What you need to do —
Only the lines from the opening of the material through the one containing "stopping rule), next_block" should be reproduced, each exactly as it stands.

Material for the task —
// pcasweep/solve/block_krylov.cpp — the randomized solver's adaptive scheme.
//
// Randomized block Krylov iteration (Musco & Musco, "Randomized block Krylov
// methods for stronger and faster approximate singular value decomposition",
// NeurIPS 2015), written here for the variable side (the observation side
// swaps A_c and A_cᵀ, see KrylovProblem). Blocks W_0 = orth(Ω),
// W_{b+1} = orth(Z_b minus its part in span(W_0..W_b)) with Z_b = A_cᵀ·A_c·W_b
// (BCGS2), so K = [W_0 … W_b] (d×m) is orthonormal. After each block the
// Rayleigh–Ritz values of A_c on span(K) are the eigenvalues of the Gram
// matrix G = KᵀA_cᵀA_cK (m×m, m = Σ block widths), built without another look
// at the data: G_ib = Y_iᵀ·Y_b = Z_iᵀ·W_b for the earlier blocks i < b (their
// Z_i were needed anyway to grow K; d×l_i·l_b flops instead of N×l_i·l_b) and
// G_bb = Y_bᵀ·Y_b from the block's own product Y_b = A_c·W_b (W_bᵀ·Z_b when
// the operator made Z_b in the same sweep). Two products per block, and
// convergence governed by the square root of the spectral gap instead of the
// gap itself: on the slowly decaying spectra measured in docs/performance.md
// this needs about half the products of the power scheme for far better
// accuracy.
//
// block_krylov() reads as its steps: start, then per block extend (products,
// K and G grown, Rayleigh–Ritz), settled (the stopping rule), next_block
// (the following orthonormal block), and finally finish (the Ritz pairs, or an
// SVD of one more product when the Gram matrix cannot resolve them). What the
// run is asked (KrylovProblem), the space it builds (KrylovSpace) and how it
// went (KrylovStatus, reported in the SolveReport) are kept apart.
#include <algorithm>
#include <limits>

#include "solve/randomized_detail.hpp"
#include "solve/small_svd.hpp"
#include "solve/symmetric_eigen.hpp"

namespace pcasweep::detail {

namespace {

// The Ritz pairs of the Gram matrix are returned as they are when the k-th
// Ritz value is at least this fraction of the first (σ_k >= 1e-3·σ₁); below
// it, one more product and an SVD resolve the small σ (resolve_by_svd).
constexpr double kGramRitzFloor = 1e-6;
// The change floor with double products (fraction of the total variance).
constexpr double kChangeFloor = 1e-9;

// What the run is asked and what follows from it: fixed for the run.
struct KrylovProblem {
  const CenteredOperator& op;
  Eigen::Index k, l;
  const RandomizedSettings& settings;
  double frobenius2;  // ‖A_c‖²_F
  // The Krylov space lives on the smaller side: the variables (s = d, blocks
  // multiplied by A_c) when d <= N, else the observations (s = N, blocks
  // multiplied by A_cᵀ; its Ritz vectors are then left singular vectors).
  // Projections and orthonormalisations cost O(s·m·l) per block, so on wide
  // data this side is several times cheaper.
  bool right_side;
  Eigen::Index space;  // s
  // Everything is captured once ‖A_c‖²_F − trace(G) is below this.
  double captured_floor;
  // Changes are measured relative to each eigenvalue, but never relative to
  // less than this (a fraction of the total): components that carry almost
  // nothing are known only to G's rounding and must not hold the run back.
  double change_floor;
  // An operator that makes Y_b and Z_b in one sweep (SingleOperator) is asked
  // for both at once, because the sweep costs less than its two products
  // apart (docs/performance.md), except for a block that is likely the last:
  // its Z_b would be made for nothing, so it gets Y_b alone (and Z_b after all
  // if the guess was wrong). Such a block's Gram matrix is also diagonalised
  // with its vectors straight away, so that finish() need not do it again.
  bool fuses;

  Eigen::MatrixXd forward(const Eigen::MatrixXd& x) const { return right_side ? op.apply(x) : op.apply_transpose(x); }
  Eigen::MatrixXd backward(const Eigen::MatrixXd& y) const { return right_side ? op.apply_transpose(y) : op.apply(y); }
};

// The space as it grows and the estimates it gives.
struct KrylovSpace {
  Eigen::MatrixXd w;       // s×l_b, the newest block W_b, orthonormal and orthogonal to K
  Eigen::MatrixXd krylov;  // s×m, K = [W_0 … W_b], orthonormal columns
  Eigen::MatrixXd zs;      // s×(m − l_b), [Z_0 … Z_{b−1}] as made (not projected)
  // Observation side only: every Y_b = forward(W_b) (d×l_b), from which the
  // components (A_c's right singular vectors) are formed at the end. The
  // variable side keeps just the newest Y_b: its components lie in span(K).
  std::vector<Eigen::MatrixXd> ys;
  Eigen::MatrixXd y;       // the newest Y_b
  Eigen::MatrixXd z_next;  // Z_b of the newest block, once made
  bool z_made = false;     // z_next belongs to the newest block (made with Y_b in one sweep)
  Eigen::MatrixXd gram;    // m×m, G
  SymmetricEigen ritz;     // G's eigenpairs (vectors only when the newest block was likely the last)
  Eigen::VectorXd theta, previous;  // leading k Ritz values (σ²), this block and the last
};

// How the run goes, apart from the space: what the SolveReport tells.
struct KrylovStatus {
  int passes = 0, blocks = 0;
  bool converged = false;
  std::vector<double> errors;   // rank-k error² after each block
  std::vector<double> changes;  // largest relative move of the leading k Ritz values, per block
};

// Whether the next block is likely the last one, from the changes of the
// leading eigenvalue estimates so far (the stopping rule of settled(), asked
// one block early). Block Krylov converges faster than geometrically: on the
// benchmark matrices the ratio of successive changes roughly squares from one
// block to the next (slow decay 0.30, 0.075, 0.005), so the next change is
// predicted as c·ρ² with ρ = c_b/c_{b−1}, and the rule applied to it. Used
// only to choose between a fused sweep and a lone product, so a wrong guess
// costs time, never accuracy.
bool next_block_likely_last(const std::vector<double>& changes, double tolerance) {
  const std::size_t c = changes.size();
  if (c < 2 || !(changes[c - 1] > 0.0) || !(changes[c - 1] < changes[c - 2])) return false;
  const double ratio = changes[c - 1] / changes[c - 2], rho = ratio * ratio;
  return changes[c - 1] * rho * rho / (1.0 - rho) < tolerance;
}

KrylovProblem describe(const CenteredOperator& op, Eigen::Index k, Eigen::Index l, const RandomizedSettings& settings,
                       double frobenius2) {
  const bool right_side = op.cols() <= op.rows();
  const double level = rounding_level(op);
  return {op,
          k,
          l,
          settings,
          frobenius2,
          right_side,
          right_side ? op.cols() : op.rows(),
          level * frobenius2,
          std::max(kChangeFloor, level) * frobenius2,
          op.fuses_normal_products()};
}

// W_0 = orth(Ω), Ω s×l Gaussian from the seed.
void start(const KrylovProblem& p, KrylovSpace& s) {
  s.w = gaussian_matrix(p.space, p.l, p.settings.seed);
  orthonormalize(s.w);
}

// Y_b = forward(W_b), and with a fusing operator Z_b = backward(Y_b) in the same sweep.
void multiply(const KrylovProblem& p, bool fused, KrylovSpace& s, KrylovStatus& status) {
  if (fused) {
    s.z_next = p.right_side ? p.op.apply_normal(s.w, s.y) : p.op.apply_normal_transpose(s.w, s.y);
    status.passes += 2;
  } else {
    s.y.resize(0, 0);  // the previous block's Y goes before the new one is made
    s.y = p.forward(s.w);
    ++status.passes;
  }
  s.z_made = fused;
  if (!p.right_side) s.ys.push_back(s.y);
  ++status.blocks;
}
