#include "solve/blas_runtime.hpp"

#include <unistd.h>

#include <Eigen/Core>
#include <algorithm>
#include <array>
#include <cctype>
#include <cerrno>
#include <cstdio>
#include <cstdlib>
#include <cstring>
#include <iostream>

#ifdef EIGEN_USE_BLAS
// OpenBLAS's own queries (declared in its cblas.h, which this file does not need otherwise).
extern "C" {
char* openblas_get_config(void);
char* openblas_get_corename(void);
int openblas_get_num_threads(void);
}
#endif

namespace pcasweep {

namespace {

constexpr const char* kCoretype = "OPENBLAS_CORETYPE";
constexpr const char* kGuard = "PCASWEEP_BLAS_RESTARTED";
constexpr const char* kTestHook = "PCASWEEP_TEST_BLAS_DETECTED";

bool iequal(std::string_view a, std::string_view b) {
  return a.size() == b.size() && std::equal(a.begin(), a.end(), b.begin(), [](char x, char y) {
           return std::tolower(static_cast<unsigned char>(x)) == std::tolower(static_cast<unsigned char>(y));
         });
}

// An environment value as it may appear in a one-line message: printable
// characters only (others become '?'), at most 40 of them.
std::string printable(std::string_view s) {
  std::string out;
  for (char c : s.substr(0, 40)) out += std::isprint(static_cast<unsigned char>(c)) ? c : '?';
  if (s.size() > 40) out += "...";
  return out;
}

// The guard carries the name of the core OpenBLAS had picked: letters, digits and '_' only.
std::string core_token(std::string_view s) {
  std::string out;
  for (char c : s.substr(0, 32))
    if (std::isalnum(static_cast<unsigned char>(c)) || c == '_') out += c;
  return out.empty() ? "unknown" : out;
}

std::optional<std::string> env(const char* name) {
  const char* v = std::getenv(name);
  return v ? std::optional<std::string>(v) : std::nullopt;
}

std::string feature_text(const CpuFeatures& cpu) { return cpu.avx512_skx() ? "AVX-512" : "AVX2"; }

std::string restart_target(const CpuFeatures& cpu) {
  if (cpu.avx512_skx()) return "SkylakeX";
  return cpu.vendor == "amd" ? "Zen" : "Haswell";
}

struct StartupRecord {
  bool recorded = false;
  BlasDecision decision;
};
StartupRecord& startup_record() {
  static StartupRecord r;
  return r;
}

#ifdef EIGEN_USE_BLAS
BlasStartupInput input_from_environment() {
  BlasStartupInput in;
  const char* core = openblas_get_corename();
  in.openblas_core = core ? core : "";
  in.cpu = detect_cpu_features();
  in.user_coretype = env(kCoretype);
  in.restart_guard = env(kGuard);
  in.test_detected = env(kTestHook);
  return in;
}
#endif

}  // namespace

CpuFeatures detect_cpu_features() {
  CpuFeatures f;
#if defined(__GNUC__) && (defined(__x86_64__) || defined(__i386__))
  __builtin_cpu_init();
  f.vendor = __builtin_cpu_is("intel") ? "intel" : __builtin_cpu_is("amd") ? "amd" : "other";
  f.avx2 = __builtin_cpu_supports("avx2");
  f.fma = __builtin_cpu_supports("fma");
  f.avx512f = __builtin_cpu_supports("avx512f");
  f.avx512bw = __builtin_cpu_supports("avx512bw");
  f.avx512dq = __builtin_cpu_supports("avx512dq");
  f.avx512vl = __builtin_cpu_supports("avx512vl");
#else
  f.vendor = "other";
#endif
  return f;
}

KernelLevel openblas_kernel_level(std::string_view core) {
  // The kernel sets of OpenBLAS 0.3.21's DYNAMIC_ARCH build for x86-64: the
  // names are the corename table of driver/others/dynamic.c (the same strings
  // appear in Debian's libopenblasp-r0.3.21.so; Katmai, Coppermine, Northwood,
  // Banias and Athlon are accepted there and run the Prescott kernels); the
  // instruction level is that of kernel/x86_64/KERNEL.<NAME> (Sandybridge: AVX;
  // Bulldozer to Excavator: AVX with FMA4/FMA3 kernels, no AVX2 ones). Measured
  // on this project's machine in docs/performance.md, "BLAS kernels".
  static constexpr std::array<std::string_view, 21> generic = {
      "Katmai",    "Coppermine",   "Northwood", "Prescott", "Banias",      "Atom",      "Core2",
      "Penryn",    "Dunnington",   "Nehalem",   "Athlon",   "Opteron",     "Opteron_SSE3", "Barcelona",
      "Nano",      "Bobcat",       "Sandybridge", "Bulldozer", "Piledriver", "Steamroller", "Excavator"};
  static constexpr std::array<std::string_view, 3> avx2 = {"Haswell", "Zen", "Dhyana"};
  static constexpr std::array<std::string_view, 3> avx512 = {"SkylakeX", "Cooperlake", "SapphireRapids"};
  auto in = [&](const auto& list) {
    return std::any_of(list.begin(), list.end(), [&](std::string_view n) { return iequal(n, core); });
  };
  if (in(generic)) return KernelLevel::generic;
  if (in(avx2)) return KernelLevel::avx2;
  if (in(avx512)) return KernelLevel::avx512;
  return KernelLevel::unknown;
}

BlasDecision decide_blas_kernel(const BlasStartupInput& in) {
  BlasDecision d;
  const CpuFeatures& cpu = in.cpu;
  if (in.restart_guard) {
    // The restarted process: never restart again, whatever it finds.
    d.restarted = true;
    if (!in.user_coretype) {
      d.chosen_by = "openblas";
      d.reason = "detected by OpenBLAS (" + std::string(kGuard) + " set without " + kCoretype + ")";
      return d;
    }
    d.chosen_by = "pcasweep";
    d.reason = "OpenBLAS picked " + core_token(*in.restart_guard) + " on a CPU with " + feature_text(cpu);
    if (in.test_detected) d.reason += " (test hook " + std::string(kTestHook) + ")";
    if (!iequal(in.openblas_core, *in.user_coretype)) {
      d.reason += "; asked for " + printable(*in.user_coretype) + ", OpenBLAS runs " + printable(in.openblas_core);
      if (openblas_kernel_level(in.openblas_core) == KernelLevel::generic && cpu.avx2_fma())
        d.warning = "pcasweep: restarted with " + std::string(kCoretype) + "=" + printable(*in.user_coretype) +
                    " but OpenBLAS still runs its " + printable(in.openblas_core) + " kernels";
    }
    return d;
  }
  const std::string detected = in.test_detected ? *in.test_detected : in.openblas_core;
  const std::string hook_note =
      in.test_detected ? " (test hook " + std::string(kTestHook) + "=" + printable(*in.test_detected) + ")" : "";
  const bool generic_on_avx2 = openblas_kernel_level(detected) == KernelLevel::generic && cpu.avx2_fma();
  if (in.user_coretype) {
    d.chosen_by = "user";
    d.reason = std::string(kCoretype) + "=" + printable(*in.user_coretype) + " in the environment" + hook_note;
    if (generic_on_avx2)
      d.warning = "pcasweep: " + std::string(kCoretype) + "=" + printable(*in.user_coretype) + " runs OpenBLAS's " +
                  printable(detected) + " kernels, which have no AVX2 code, on a CPU with " + feature_text(cpu) +
                  "; unset it to let pcasweep pick " + restart_target(cpu);
    return d;
  }
  d.chosen_by = "openblas";
  if (generic_on_avx2) {
    d.action = BlasAction::restart;
    d.set_coretype = restart_target(cpu);
    d.chosen_by = "pcasweep";
    d.reason = "OpenBLAS picked " + printable(detected) + " on a CPU with " + feature_text(cpu) + hook_note;
    return d;
  }
  d.reason = "detected by OpenBLAS" + hook_note;
  return d;
}

void blas_startup(char** argv) {
#ifdef EIGEN_USE_BLAS
  const BlasStartupInput in = input_from_environment();
  BlasDecision d = decide_blas_kernel(in);
  if (d.restarted) {
    // Give child processes the environment the user started pcasweep with.
    ::unsetenv(kGuard);
    if (in.user_coretype) ::unsetenv(kCoretype);
  }
  if (d.action == BlasAction::restart) {
    if (argv != nullptr && argv[0] != nullptr) {
      const std::string detected = in.test_detected ? *in.test_detected : in.openblas_core;
      ::setenv(kCoretype, d.set_coretype.c_str(), 1);
      ::setenv(kGuard, core_token(detected).c_str(), 1);
      std::cout.flush();
      std::cerr.flush();
      std::fflush(nullptr);
      ::execv("/proc/self/exe", argv);
      const int err = errno;  // execv returned: it failed
      ::unsetenv(kCoretype);
      ::unsetenv(kGuard);
      d.reason += "; restarting with " + std::string(kCoretype) + "=" + d.set_coretype +
                  " failed (execv /proc/self/exe: " + std::strerror(err) + ")";
    } else {
      d.reason += "; not restarted (no argv)";
    }
    d.warning = "pcasweep: " + d.reason + "; set " + kCoretype + "=" + d.set_coretype + " for faster products";
    d.action = BlasAction::keep;
    d.chosen_by = "openblas";
  }
  if (!d.warning.empty()) std::cerr << d.warning << "\n";
  startup_record() = {true, d};
#else
  (void)argv;
  startup_record().recorded = true;
#endif
}

BlasInfo blas_info() {
  BlasInfo info;
#ifdef EIGEN_USE_BLAS
  info.library = "OpenBLAS";
  const char* config = openblas_get_config();
  info.config = config ? config : "";
  while (!info.config.empty() && info.config.back() == ' ') info.config.pop_back();
  // "OpenBLAS 0.3.21 NO_LAPACKE DYNAMIC_ARCH ...": the version is the second word.
  if (info.config.rfind("OpenBLAS ", 0) == 0) {
    const std::size_t end = info.config.find(' ', 9);
    info.version = info.config.substr(9, end == std::string::npos ? std::string::npos : end - 9);
  }
  const char* core = openblas_get_corename();
  info.core = core ? core : "";
  info.threads = openblas_get_num_threads();
  BlasDecision d;
  if (startup_record().recorded) {
    d = startup_record().decision;
  } else {
    d = decide_blas_kernel(input_from_environment());
    if (d.action == BlasAction::restart) {
      d.action = BlasAction::keep;
      d.chosen_by = "openblas";
      d.reason += "; not changed: pcasweep's start-up check (blas_startup) did not run in this program";
    }
  }
  info.chosen_by = d.chosen_by;
  info.reason = d.reason;
  info.restarted = d.restarted;
#else
  info.library = "Eigen";
  info.version = std::to_string(EIGEN_WORLD_VERSION) + "." + std::to_string(EIGEN_MAJOR_VERSION) + "." +
                 std::to_string(EIGEN_MINOR_VERSION);
  info.config = Eigen::SimdInstructionSetsInUse();
  info.threads = Eigen::nbThreads();
  info.chosen_by = "build";
  info.reason = "built with PCASWEEP_USE_BLAS=OFF: Eigen's own kernels";
#endif
  return info;
}

nlohmann::json blas_json(const BlasInfo& info) {
  return {{"library", info.library},
          {"version", info.version},
          {"config", info.config},
          {"core", info.core.empty() ? nlohmann::json() : nlohmann::json(info.core)},
          {"threads", info.threads},
          {"chosen_by", info.chosen_by},
          {"reason", info.reason},
          {"restarted", info.restarted}};
}

std::string blas_line(const BlasInfo& info) {
  const std::string threads = std::to_string(info.threads) + (info.threads == 1 ? " thread" : " threads");
  if (info.library != "OpenBLAS") {
    return "BLAS: none, " + info.library + " " + info.version + "'s own kernels (" + info.config + "), " + threads +
           " (" + info.reason + ")\n";
  }
  std::string line = "BLAS: OpenBLAS " + info.version + ", " + info.core + " kernels, " + threads;
  if (info.chosen_by == "pcasweep") line += " (set by pcasweep: " + info.reason + ")";
  else if (info.chosen_by == "user") line += " (set by the user: " + info.reason + ")";
  else if (info.reason != "detected by OpenBLAS") line += " (" + info.reason + ")";
  return line + "\n";
}

}  // namespace pcasweep
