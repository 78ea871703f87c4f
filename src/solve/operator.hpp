// pcasweep/solve/operator.hpp — the only view of the data a solver gets.
//
// Contract: a CenteredOperator stands for the centred data matrix
// A_c = A − 1·μᵀ (A: N×d observations, μ: d column means) without ever
// forming it. Solvers ask for products with blocks of vectors and for the
// scatter matrix; in-memory data, streamed files and distributed shards are
// then different operators behind the same solvers.
#pragma once

#include <Eigen/Dense>

namespace pcasweep {

class CenteredOperator {
 public:
  virtual ~CenteredOperator() = default;
  // N, the number of observations.
  virtual Eigen::Index rows() const = 0;
  // d, the number of variables.
  virtual Eigen::Index cols() const = 0;
  // μ, the d column means.
  virtual const Eigen::VectorXd& mean() const = 0;
  // Ω: d×l. Returns A_c·Ω, N×l.
  virtual Eigen::MatrixXd apply(const Eigen::MatrixXd& omega) const = 0;
  // Y: N×l. Returns A_cᵀ·Y, d×l.
  virtual Eigen::MatrixXd apply_transpose(const Eigen::MatrixXd& y) const = 0;
  // Returns the scatter matrix A_cᵀ·A_c, d×d (= (N−1)·covariance).
  virtual Eigen::MatrixXd scatter() const = 0;
  // Returns the d per-variable sums of squares of A_c (the scatter's diagonal),
  // computed directly; their sum is ‖A_c‖²_F = (N−1)·trace(covariance).
  virtual Eigen::VectorXd column_sums_of_squares() const = 0;
};

// The operator over an observation matrix held in memory.
class DenseOperator : public CenteredOperator {
 public:
  // X: N×d, kept by reference: it must outlive the operator. N >= 1.
  explicit DenseOperator(const Eigen::MatrixXd& X);

  Eigen::Index rows() const override { return X_.rows(); }
  Eigen::Index cols() const override { return X_.cols(); }
  const Eigen::VectorXd& mean() const override { return mean_; }
  Eigen::MatrixXd apply(const Eigen::MatrixXd& omega) const override;
  Eigen::MatrixXd apply_transpose(const Eigen::MatrixXd& y) const override;
  Eigen::MatrixXd scatter() const override;
  Eigen::VectorXd column_sums_of_squares() const override;

 private:
  const Eigen::MatrixXd& X_;
  Eigen::VectorXd mean_;
};

}  // namespace pcasweep
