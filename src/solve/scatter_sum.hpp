// pcasweep/solve/scatter_sum.hpp — a basis learned from many files without keeping them.
//
// Contract: a ScatterSum accumulates, file by file, the observation count n,
// the column means μ (d) and the scatter matrix M = A_cᵀA_c (d×d) of all rows
// added so far, merging each block with the pairwise update of Chan, Golub and
// LeVeque (1979): for blocks a and b with δ = μ_b − μ_a and n = n_a + n_b,
//   μ = μ_a + δ·n_b/n,   M = M_a + M_b + δδᵀ·n_a·n_b/n.
// Each block's own M_b comes from its ScatterSource (an operator centres in
// blocks: no AᵀA − nμμᵀ cancellation). Memory is O(d²), whatever the number
// of files. It keeps no observation, so it is a ScatterSource only (what the
// exact solver asks for), never an operator with products.
#pragma once

#include "solve/scatter_source.hpp"

namespace pcasweep {

class ScatterSum : public ScatterSource {
 public:
  // d: the number of variables every added block must have.
  explicit ScatterSum(Eigen::Index d);

  // block: the second moments of one file's observations (n_b×d), usually its
  // operator. Throws Error(usage) if its d differs.
  void add(const ScatterSource& block);

  Eigen::Index rows() const override { return n_; }
  Eigen::Index cols() const override { return mean_.size(); }
  const Eigen::VectorXd& mean() const override { return mean_; }
  // Returns M, d×d.
  Eigen::MatrixXd scatter() const override { return scatter_; }
  // Returns diag(M), d.
  Eigen::VectorXd column_sums_of_squares() const override { return scatter_.diagonal(); }
  // Number of blocks (files) added.
  int blocks() const { return blocks_; }

 private:
  Eigen::Index n_ = 0;
  Eigen::VectorXd mean_;
  Eigen::MatrixXd scatter_;
  int blocks_ = 0;
};

}  // namespace pcasweep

Task output —
// pcasweep/solve/block_krylov.cpp — the randomized solver's adaptive scheme.
//
// Randomized block Krylov iteration (Musco & Musco, "Randomized block Krylov
// methods for stronger and faster approximate singular value decomposition",
// NeurIPS 2015), written here for the variable side (the observation side
// swaps A_c and A_cᵀ, see KrylovProblem). Blocks W_0 = orth(Ω),
// W_{b+1} = orth(Z_b minus its part in span(W_0..W_b)) with Z_b = A_cᵀ·A_c·W_b
// (BCGS2), so K = [W_0 … W_b] (d×m) is orthonormal. After each block the
// Rayleigh–Ritz values of A_c on span(K) are the eigenvalues of the Gram
// matrix G = KᵀA_cᵀA_cK (m×m, m = Σ block widths), built without another look
// at the data: G_ib = Y_iᵀ·Y_b = Z_iᵀ·W_b for the earlier blocks i < b (their
// Z_i were needed anyway to grow K; d×l_i·l_b flops instead of N×l_i·l_b) and
// G_bb = Y_bᵀ·Y_b from the block's own product Y_b = A_c·W_b (W_bᵀ·Z_b when
// the operator made Z_b in the same sweep). Two products per block, and
// convergence governed by the square root of the spectral gap instead of the
// gap itself: on the slowly decaying spectra measured in docs/performance.md
// this needs about half the products of the power scheme for far better
// accuracy.
//
// block_krylov() reads as its steps: start, then per block extend (products,
// K and G grown, Rayleigh–Ritz), settled (the stopping rule), next_block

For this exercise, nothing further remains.